I have not done this myself, but what I am told by the locals is that the wind is almost always blowing against you, so it is generally motoring most of the way, frequently against heavy waves, i.e. bumpy and slow. Dunno about the time of year - in the Bay it is 25knots+ during summer, 5 winter...but offshore??


----------



## dabnis (Jul 29, 2007)

PDX,

Try this:

http://www.sailnet.com/forums/gener...iling-our-41-morgan-oi-san-diego-seattle.html

Dabnis


----------



## DwayneSpeer (Oct 12, 2003)

*two weeks*

Count on two weeks and plan for three. Count on long hours of beating into the wind (not much fun after a couple of days). Count on breaking something that if you can't fix at sea you may be in real trouble. If you plan to come into shore regularily, count on even more discomfort while sailing. And finally, you can probably count on seeing whales and perhaps even getting up close and personal with one as the late summer is when they are migrating to Hawaii from Alaska via the West Coast. (I hit one August 2008 and polished off all of the fresh bottom paint on the leading edge of my keel.) 

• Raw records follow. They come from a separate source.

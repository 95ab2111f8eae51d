// Flow map layout (ui/results/flow_map_layout.h): geometry checks on hand-made and
// random layered graphs. Facts checked are properties of the drawing the layout
// promises (no overlap, x from trophic level, lanes), and the barycentre heuristic of
// Sugiyama, Tagawa & Toda (1981) removing a crossing it is known to remove.
#include "ui/results/flow_map_layout.h"

#include <gtest/gtest.h>

#include <cmath>
#include <random>

namespace tl::ui {
namespace {

FlowMapNode living(const char* name, double tl, double b)
{
    FlowMapNode n;
    n.name = name;
    n.trophicLevel = tl;
    n.biomass = b;
    n.labelWidth = 60;
    n.labelHeight = 14;
    return n;
}

void expectNoOverlap(const FlowMapLayout& layout, const std::vector<FlowMapNode>& nodes)
{
    for (std::size_t i = 0; i < nodes.size(); ++i)
        for (std::size_t j = i + 1; j < nodes.size(); ++j)
            EXPECT_FALSE(overlaps(footprint(layout, nodes, i), footprint(layout, nodes, j)))
                << nodes[i].name << " overlaps " << nodes[j].name;
}

TEST(FlowMapLayout, OneBoxPerNodeAndAreaFollowsBiomass)
{
    std::vector<FlowMapNode> nodes = {living("a", 1, 100), living("b", 2, 25), living("c", 3, 1e-6)};
    const FlowMapLayout layout = layoutFlowMap(nodes, {{0, 1, 10}, {1, 2, 1}});
    ASSERT_EQ(layout.boxes.size(), nodes.size());
    const double areaA = layout.boxes[0].width * layout.boxes[0].height;
    const double areaB = layout.boxes[1].width * layout.boxes[1].height;
    EXPECT_NEAR(areaB / areaA, 0.25, 1e-9);  // area proportional to biomass
    EXPECT_GE(layout.boxes[2].width, FlowMapLayoutOptions{}.minBoxWidth - 1e-9);  // clamped, still visible
}

TEST(FlowMapLayout, XFollowsTrophicLevel)
{
    std::vector<FlowMapNode> nodes = {living("p", 1, 10), living("h", 2.1, 5), living("c", 3.4, 1), living("o", 2.6, 1)};
    const FlowMapLayout layout = layoutFlowMap(nodes, {{0, 1, 1}, {1, 2, 1}, {1, 3, 1}, {3, 2, 1}});
    for (std::size_t i = 0; i < nodes.size(); ++i)
        EXPECT_NEAR(layout.boxes[i].centreX(), layout.levelToX(nodes[i].trophicLevel), 1e-9) << nodes[i].name;
    EXPECT_LT(layout.boxes[0].centreX(), layout.boxes[1].centreX());
    EXPECT_LT(layout.boxes[3].centreX(), layout.boxes[2].centreX());
}

TEST(FlowMapLayout, DetritusOnTheBottomLaneAndFleetsAtTheRight)
{
    std::vector<FlowMapNode> nodes = {living("p", 1, 10), living("f", 2.5, 2), living("top", 3.8, 0.5)};
    FlowMapNode det = living("det", 1, 50), det2 = living("dom", 1, 5), fleet = living("boats", 0, 0);
    det.role = FlowMapRole::Detritus;
    det2.role = FlowMapRole::Detritus;
    fleet.role = FlowMapRole::Fleet;
    nodes.push_back(det);
    nodes.push_back(det2);
    nodes.push_back(fleet);
    const std::vector<FlowMapEdge> edges = {{0, 1, 5}, {1, 2, 1}, {3, 1, 2}, {1, 3, 1}, {2, 4, 0.1}, {2, 5, 0.2}, {1, 5, 0.3}};
    const FlowMapLayout layout = layoutFlowMap(nodes, edges);
    for (std::size_t d : {3u, 4u}) {
        EXPECT_GE(layout.boxes[d].y, layout.detritusLaneTop);
        EXPECT_LE(layout.boxes[d].bottom(), layout.detritusLaneBottom);
        for (std::size_t i : {0u, 1u, 2u, 5u}) EXPECT_LT(footprint(layout, nodes, i).bottom(), layout.detritusLaneTop);
    }
    for (std::size_t i : {0u, 1u, 2u}) EXPECT_GT(layout.boxes[5].x, footprint(layout, nodes, i).right());
    expectNoOverlap(layout, nodes);
}

// Two layers, edges a->d and b->c with a above b and c above d: one crossing in the
// input order, none once d moves above c or b above a (barycentre of d is a's position).
TEST(FlowMapLayout, BarycentreOrderingRemovesAnAvoidableCrossing)
{
    std::vector<FlowMapNode> nodes = {living("a", 1, 10), living("b", 1, 10), living("c", 2, 10), living("d", 2, 10)};
    const std::vector<FlowMapEdge> edges = {{0, 3, 1}, {1, 2, 1}};
    const FlowMapLayout layout = layoutFlowMap(nodes, edges);
    EXPECT_EQ(layout.crossingsBefore, 1);
    EXPECT_EQ(layout.crossingsAfter, 0);
    EXPECT_EQ(countCrossings(layout.boxes, edges), 0);
    // Either column may have moved; what matters is that a and d end up on the same side.
    EXPECT_EQ(layout.boxes[0].y < layout.boxes[1].y, layout.boxes[3].y < layout.boxes[2].y);
}

TEST(FlowMapLayout, RandomWebsNeverOverlapAndNeverGetWorse)
{
    std::mt19937 rng(20261202);
    std::uniform_real_distribution<double> tl(1.0, 4.5), logB(-3, 3), unit(0, 1);
    for (int trial = 0; trial < 40; ++trial) {
        const int n = 4 + trial;
        std::vector<FlowMapNode> nodes;
        for (int i = 0; i < n; ++i) {
            FlowMapNode node = living("n", i < 2 ? 1.0 : tl(rng), std::pow(10.0, logB(rng)));
            node.name = "node " + std::to_string(i);
            node.labelWidth = 30 + 80 * unit(rng);
            if (i == n - 1) node.role = FlowMapRole::Detritus;
            if (i == n - 2 && trial % 2) node.role = FlowMapRole::Fleet;
            nodes.push_back(node);
        }
        std::vector<FlowMapEdge> edges;
        for (int i = 0; i < n; ++i)
            for (int j = 0; j < n; ++j)
                if (i != j && unit(rng) < 0.15) edges.push_back({std::size_t(i), std::size_t(j), std::pow(10.0, logB(rng))});
        const FlowMapLayout layout = layoutFlowMap(nodes, edges);
        ASSERT_EQ(layout.boxes.size(), nodes.size());
        expectNoOverlap(layout, nodes);
        EXPECT_LE(layout.crossingsAfter, layout.crossingsBefore) << "trial " << trial;
        for (std::size_t i = 0; i < nodes.size(); ++i) {
            const BoxGeometry f = footprint(layout, nodes, i);
            EXPECT_GE(f.x, 0.0);
            EXPECT_LE(f.right(), layout.width);
            EXPECT_LE(f.bottom(), layout.height);
        }
    }
}

TEST(FlowMapLayout, EmptyWebGivesAnEmptyLayout)
{
    const FlowMapLayout layout = layoutFlowMap({}, {});
    EXPECT_TRUE(layout.boxes.empty());
    EXPECT_EQ(layout.crossingsAfter, 0);
}

}  // namespace
}  // namespace tl::ui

OR, count on spending some money, driving up I-5, and letting others do the transporting. 

Good luck.


----------



## Stu Jackson (Jul 28, 2001)

Not all of the advice given is correct. Most folks think sailing way off the coast going up is the way to do it. From someone who's actually done it, more than once, you would do well to read this material:

Cruising the Northwest Coast - A book by George Benson

You can read his logs (narratives) right on the website. I have the book, but it is more descriptions of harbors and chart references. The narratives are much better.


----------



## MarkSF (Feb 21, 2011)

Are you aware that you have to carry survival suits in those waters?


----------



## pdxsailor (Mar 18, 2007)

*imagine2frolic*- My experiencealong the coastline is in the fall, but I motored mostly. How long depends on fuel, wind, and your ability to keep going

I figured on a lot of motoring. Hopefully I wouldn't have to refuel. My ability to keep going... Perseverance is one of my better attributes.

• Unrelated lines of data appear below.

// DrawStream: the random numbers of one ensemble draw, a pure function of (seed, draw
// index), so that a draw gives the same inputs whichever thread, slice or machine runs
// it (DESIGN.md 3.7: results do not depend on thread count; slices merge exactly).
//
// Generator: SplitMix64 (Steele, Lea & Flood 2014, "Fast splittable pseudorandom number
// generators", OOPSLA '14): state += golden gamma; output = finaliser(state). It is a
// counter-based generator: the k-th number of a stream is finaliser(start + k gamma). The
// start of draw d's stream is the finaliser applied to the seed and d, which decorrelates
// neighbouring draw indices (the finaliser is a bijection with full avalanche). Not a
// cryptographic generator; its moments are checked by input_distribution_test.
//
// Continuous variates (all deterministic given the stream; they use only +, *, /, sqrt,
// log, exp, pow of the C++ library, so one binary gives the same bits on every run):
//   uniform01   53 high bits / 2^53, in [0, 1)
//   normal      ziggurat method with 128 layers (Marsaglia & Tsang 2000 J Stat Softw
//               5(8)) in the form of Doornik 2005 ("An improved ziggurat method to
//               generate normal random samples"): the layer from 7 low bits and the
//               uniform from the 53 high bits of one 64-bit number, so they are
//               independent; the tail beyond R by Marsaglia's 1964 method. Constants
//               R = 3.442619855899, V = 9.91256303526217e-3 from those papers (from
//               memory; the test checks the normal's quantiles and moments). A profile of
//               the ensemble put a third of its time in the logarithms of the polar method
//               used before.
//   gamma(a)    Marsaglia & Tsang 2000 (ACM TOMS 26:363); a < 1 by the boost
//               G(a) = G(a + 1) U^(1/a) of the same paper.
#pragma once

#include <cmath>
#include <cstdint>

namespace tl::ensemble {

// Layers of the ziggurat (computed once at start-up).
struct ZigguratTables {
    static constexpr int kLayers = 128;
    static constexpr double kR = 3.442619855899;
    static constexpr double kV = 9.91256303526217e-3;
    double x[kLayers + 1];  // x[0] = V / f(R) (the base strip), x[1] = R, ..., x[128] = 0
    double ratio[kLayers];  // x[i + 1] / x[i]
    ZigguratTables()
    {
        double f = std::exp(-0.5 * kR * kR);
        x[0] = kV / f;
        x[1] = kR;
        x[kLayers] = 0.0;
        for (int i = 2; i < kLayers; ++i) {
            x[i] = std::sqrt(-2.0 * std::log(kV / x[i - 1] + f));
            f = std::exp(-0.5 * x[i] * x[i]);
        }
        for (int i = 0; i < kLayers; ++i) ratio[i] = x[i + 1] / x[i];
    }
};
inline const ZigguratTables kZiggurat;

inline constexpr std::uint64_t kGoldenGamma = 0x9e3779b97f4a7c15ULL;

// The SplitMix64 output function (a bijection of 64-bit words).
inline constexpr std::uint64_t splitMixFinalise(std::uint64_t z)
{
    z = (z ^ (z >> 30)) * 0xbf58476d1ce4e5b9ULL;
    z = (z ^ (z >> 27)) * 0x94d049bb133111ebULL;
    return z ^ (z >> 31);
}

class DrawStream {
public:
    // `purpose` separates independent uses of the same (seed, draw) (inputs, a pilot ...).
    DrawStream(std::uint64_t seed, std::uint64_t draw, std::uint64_t purpose = 0)
        : state_(splitMixFinalise(splitMixFinalise(seed + kGoldenGamma) ^ (draw * 0xd1b54a32d192ed03ULL) ^
                                  (purpose * 0xaef17502108ef2d9ULL)))
    {
    }

    std::uint64_t next()
    {
        state_ += kGoldenGamma;
        return splitMixFinalise(state_);
    }

    double uniform01() { return static_cast<double>(next() >> 11) * 0x1.0p-53; }
    // In (0, 1]: for logarithms.
    double uniformOpen0() { return (static_cast<double>(next() >> 11) + 1.0) * 0x1.0p-53; }

    double normal()
    {
        const ZigguratTables& z = kZiggurat;
        for (;;) {
            const std::uint64_t bits = next();
            const double u = 2.0 * (static_cast<double>(bits >> 11) * 0x1.0p-53) - 1.0;
            const int i = static_cast<int>(bits & 0x7f);
            if (std::abs(u) < z.ratio[i]) return u * z.x[i];  // inside the layer's rectangle
            if (i == 0) {  // the base strip's tail beyond R (Marsaglia 1964)
                double x, y;
                do {
                    x = std::log(uniformOpen0()) / ZigguratTables::kR;
                    y = std::log(uniformOpen0());
                } while (-2.0 * y < x * x);
                return u < 0.0 ? x - ZigguratTables::kR : ZigguratTables::kR - x;
            }
            const double x = u * z.x[i];  // the wedge: accept under the curve
            const double f0 = std::exp(-0.5 * (z.x[i] * z.x[i] - x * x));
            const double f1 = std::exp(-0.5 * (z.x[i + 1] * z.x[i + 1] - x * x));
            if (f1 + uniform01() * (f0 - f1) < 1.0) return x;
        }
    }

    // Gamma(shape a, scale 1), a > 0.
    double gamma(double a) { return gamma(GammaShape(a)); }

    // The constants of Marsaglia & Tsang's method for one shape, computed once for a
    // shape drawn again and again (Dirichlet rows).
    struct GammaShape {
        double d = 0, c = 0, inverseA = 0;  // inverseA: 1/a when a < 1 (the boost), else 0
        GammaShape() = default;
        explicit GammaShape(double a)
        {
            const double b = a < 1.0 ? a + 1.0 : a;
            d = b - 1.0 / 3.0;
            c = 1.0 / std::sqrt(9.0 * d);
            inverseA = a < 1.0 ? 1.0 / a : 0.0;
        }
    };

    double gamma(const GammaShape& g)
    {
        const double value = gammaAtLeastOne(g.d, g.c);
        return g.inverseA == 0.0 ? value : value * std::pow(uniformOpen0(), g.inverseA);
    }

private:
    double gammaAtLeastOne(double d, double c)
    {
        for (;;) {
            double x, v;
            do {
                x = normal();
                v = 1.0 + c * x;
            } while (v <= 0.0);
            v = v * v * v;
            const double u = uniformOpen0();
            if (u < 1.0 - 0.0331 * (x * x) * (x * x)) return d * v;
            if (std::log(u) < 0.5 * x * x + d * (1.0 - v + std::log(v))) return d * v;
        }
    }

    std::uint64_t state_;
};

}  // namespace tl::ensemble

*paul323*- I have not done this myself, but what I am told by the locals is that the wind is almost always blowing against you, so it is generally motoring most of the way, frequently against heavy waves, i.e. bumpy and slow. Dunno about the time of year - in the Bay it is 25knots+ during summer, 5 winter...but offshore??

Yep, wind in the nose. Figured as much and confirmed by a friend who has done this route from north to south. 25knots in the bay is a little disconcerting. Hopefully it would be better offshore. Anyone know about this?

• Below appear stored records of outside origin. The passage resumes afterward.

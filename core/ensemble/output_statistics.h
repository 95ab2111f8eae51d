// OutputStatistics: the streaming, exactly mergeable summary of one ensemble output
// (DESIGN.md 3.7): count, mean, min, max and a histogram from which the percentiles
// (2.5, 25, 50, 75, 97.5) are read. Memory does not grow with the number of draws.
//
// Why not P^2 or a t-digest: their state depends on the order of the values, so two
// slices of an ensemble could not be merged into exactly the one-run result. Here every
// part of the state is merged by integer addition or by min / max, which are associative
// and commutative, so any split of the draws (threads, slices, machines) merges to the
// same bits.
//
//   Histogram  fixed bins on the IEEE-754 representation: a bin is one binary exponent
//              and the top 7 bits of the mantissa, so each bin spans at most 2^-7 (0.78 %)
//              of the values in it. The exponents kept in bins run from e0 - 20 to
//              e0 + 19, e0 the exponent of the output's point estimate (or 0), i.e.
//              magnitudes from about 1e-6 to 5e5 times the point value; smaller and
//              larger magnitudes, zero and each sign have one bin each. Bins are stored
//              in blocks of 128, allocated when first used (a typical output touches a
//              handful).
//   Percentile p: the nearest-rank sample percentile, rank r = ceil(p n) of the n values
//              (Hyndman & Fan 1996 Am Stat 50:361, definition 1), located exactly in its
//              bin by the counts, then interpolated linearly inside the bin and clamped
//              to the exact min and max. Accuracy bound: the reported value lies in the
//              same bin as the exact sample percentile, so its relative error is at most
//              2^-7 (0.78 %) inside the exponent window; a percentile that falls in an
//              out-of-window bin is reported as that bin's bound clamped to min / max and
//              flagged (outOfWindow()).
//   Mean       the sum kept in fixed point: each value rounded to a multiple of
//              2^(e0 - 50) (about 1e-15 of the point value) and added into a 128-bit
//              integer; a value too large for that (beyond 2^(e0 + 50)) is counted as
//              saturated and the mean is then reported as not available.
// NaN values (an undefined trophic level, say) are counted apart and left out of both.
#pragma once

#include <array>
#include <cmath>
#include <cstdint>
#include <optional>
#include <string>
#include <utility>
#include <vector>

namespace tl::ensemble {

// GCC/Clang's 128-bit integers (__extension__: not ISO C++, so -Wpedantic would warn).
__extension__ typedef __int128 Int128;
__extension__ typedef unsigned __int128 UInt128;

struct PercentileSummary {
    std::optional<double> p2_5, p25, p50, p75, p97_5, mean;
    bool outOfWindow = false;  // some percentile fell outside the exponent window
};

class OutputStatistics {
public:
    static constexpr int kMantissaBits = 7;
    static constexpr int kBinsPerExponent = 1 << kMantissaBits;
    static constexpr int kExponentsBelow = 20, kExponentsAbove = 20;  // around e0
    static constexpr int kExponents = kExponentsBelow + kExponentsAbove;
    static constexpr int kWindowBins = kExponents * kBinsPerExponent;
    // Global bin order (increasing value): negative beyond window, negative window
    // (largest magnitude first), negative tiny, zero, positive tiny, positive window,
    // positive beyond window.
    static constexpr int kBinCount = 2 * kWindowBins + 5;
    static constexpr int kFixedPointBits = 50;   // quantum 2^(e0 - 50)
    static constexpr int kSaturationBits = 100;  // |v| 2^(50 - e0) below 2^100 is summed

    OutputStatistics() = default;
    // e0: binary exponent of the point estimate (frexp); see scaleExponentOf.
    explicit OutputStatistics(int scaleExponent)
        : e0_(scaleExponent), scale_(std::ldexp(1.0, kFixedPointBits - scaleExponent)) {}
    static int scaleExponentOf(double pointValue);

    void add(double v);
    // Adds another output's statistics (same scale exponent required; returns false if not).
    bool merge(const OutputStatistics& other);

    int scaleExponent() const { return e0_; }
    std::uint64_t count() const { return count_; }  // values counted (NaN excluded)
    std::uint64_t nanCount() const { return nan_; }
    std::uint64_t saturated() const { return saturated_; }
    double min() const { return min_; }
    double max() const { return max_; }
    Int128 fixedSum() const { return sum_; }

    PercentileSummary summary() const;
    // The percentile at rank ceil(perMille n / 1000) (perMille: 25 for 2.5 %).
    std::optional<double> percentile(int perMille, bool* outOfWindow = nullptr) const;
    std::optional<double> mean() const;

    // Bin of a value and the value range [low, high] of a bin, for this scale.
    int binOf(double v) const;
    std::pair<double, double> binRange(int bin) const;
    // Non-zero bins in increasing order, for the partial result.
    std::vector<std::pair<int, std::uint64_t>> nonZeroBins() const;
    // Rebuilds statistics from a partial result (the inverse of the accessors above).
    static std::optional<OutputStatistics> fromParts(int scaleExponent, std::uint64_t count, std::uint64_t nan,
                                                     std::uint64_t saturated, double min, double max, Int128 sum,
                                                     const std::vector<std::pair<int, std::uint64_t>>& bins);

    bool operator==(const OutputStatistics& o) const;

private:
    std::uint64_t& binRef(int bin);
    std::uint64_t binCount(int bin) const;

    int e0_ = 0;
    double scale_ = 0x1.0p50;  // 2^(50 - e0): exact, so v * scale_ == ldexp(v, 50 - e0)
    std::uint64_t count_ = 0, nan_ = 0, saturated_ = 0;
    double min_ = 0.0, max_ = 0.0;
    Int128 sum_ = 0;
    static constexpr int kBlocks = (kBinCount + kBinsPerExponent - 1) / kBinsPerExponent;
    std::array<std::int16_t, kBlocks> blockOf_ = make_unset();
    std::vector<std::uint64_t> blocks_;  // kBinsPerExponent counts per allocated block

    static constexpr std::array<std::int16_t, kBlocks> make_unset()
    {
        std::array<std::int16_t, kBlocks> a{};
        for (auto& x : a) x = -1;
        return a;
    }
};

// Decimal text of a 128-bit integer and back (JSON has no 128-bit numbers).
std::string int128ToString(Int128 v);
std::optional<Int128> int128FromString(const std::string& s);

}  // namespace tl::ensemble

*dabnis*- PDX, Try this: http://www.sailnet.com/forums/genera...o-seattle.html

Read it all the way through and subscribed to the thread. Thanks.

*DwayneSpeer*- Count on two weeks and plan for three. Count on long hours of beating into the wind (not much fun after a couple of days). Count on breaking something that if you can't fix at sea you may be in real trouble. If you plan to come into shore regularily, count on even more discomfort while sailing. And finally, you can probably count on seeing whales and perhaps even getting up close and personal with one as the late summer is when they are migrating to Hawaii from Alaska via the West Coast. (I hit one August 2008 and polished off all of the fresh bottom paint on the leading edge of my keel.) OR, count on spending some money, driving up I-5, and letting others do the transporting. Good luck.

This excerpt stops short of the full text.